> _Goal of the exercise_
Select every line below containing the word "null".

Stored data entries
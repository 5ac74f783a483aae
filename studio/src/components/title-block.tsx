import type { ReactNode } from 'react';

type Props = {
  /** What the sheet is: "Session study". */
  kind: string;
  title: ReactNode;
  cells?: readonly { label: string; value: ReactNode }[];
  actions?: ReactNode;
};

/** The ruled cells at the head of a drawing sheet. */
export function TitleBlock({ kind, title, cells = [], actions }: Props) {
  return (
    <div className="title-block">
      <div className="title-block-title">
        <div className="title-block-kind">{kind}</div>
        {typeof title === 'string' ? <h1>{title}</h1> : title}
      </div>
      {cells.length > 0 && (
        <dl>
          {cells.map(({ label, value }) => (
            <div key={label}>
              <dt>{label}</dt>
              <dd>{value}</dd>
            </div>
          ))}
        </dl>
      )}
      {actions && <div className="title-block-actions">{actions}</div>}
    </div>
  );
}
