import { formatNumber } from '../lib/format.ts';

/** The words for more and for less of each kind of number. */
export const differenceWords = {
  duration: ['slower', 'faster'],
  temperature: ['hotter', 'cooler'],
  amount: ['more', 'less'],
  margin: ['farther', 'closer'],
} as const;

export type DifferenceKind = keyof typeof differenceWords;

/**
 * A difference as amount and word: "1.6 slower". "same" where both read the same; null where either is not there.
 *
 * @param digits  decimals shown; the difference is that of the rounded values, so that it agrees with them
 */
export function differenceInWords(
  value: number | null,
  baseline: number | null,
  digits: number,
  kind: DifferenceKind,
): string | null {
  if (value === null || baseline === null) return null;
  const scale = 10 ** digits;
  const steps = Math.round(value * scale) - Math.round(baseline * scale);
  if (steps === 0) return 'same';
  const [more, less] = differenceWords[kind];
  return `${formatNumber(Math.abs(steps) / scale, digits)} ${steps > 0 ? more : less}`;
}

> _Result below_
 * A difference as amount and word: "1.6 slower". "same" where both read the same; null where either is not there.
  value: number | null,
  baseline: number | null,
): string | null {
  if (value === null || baseline === null) return null;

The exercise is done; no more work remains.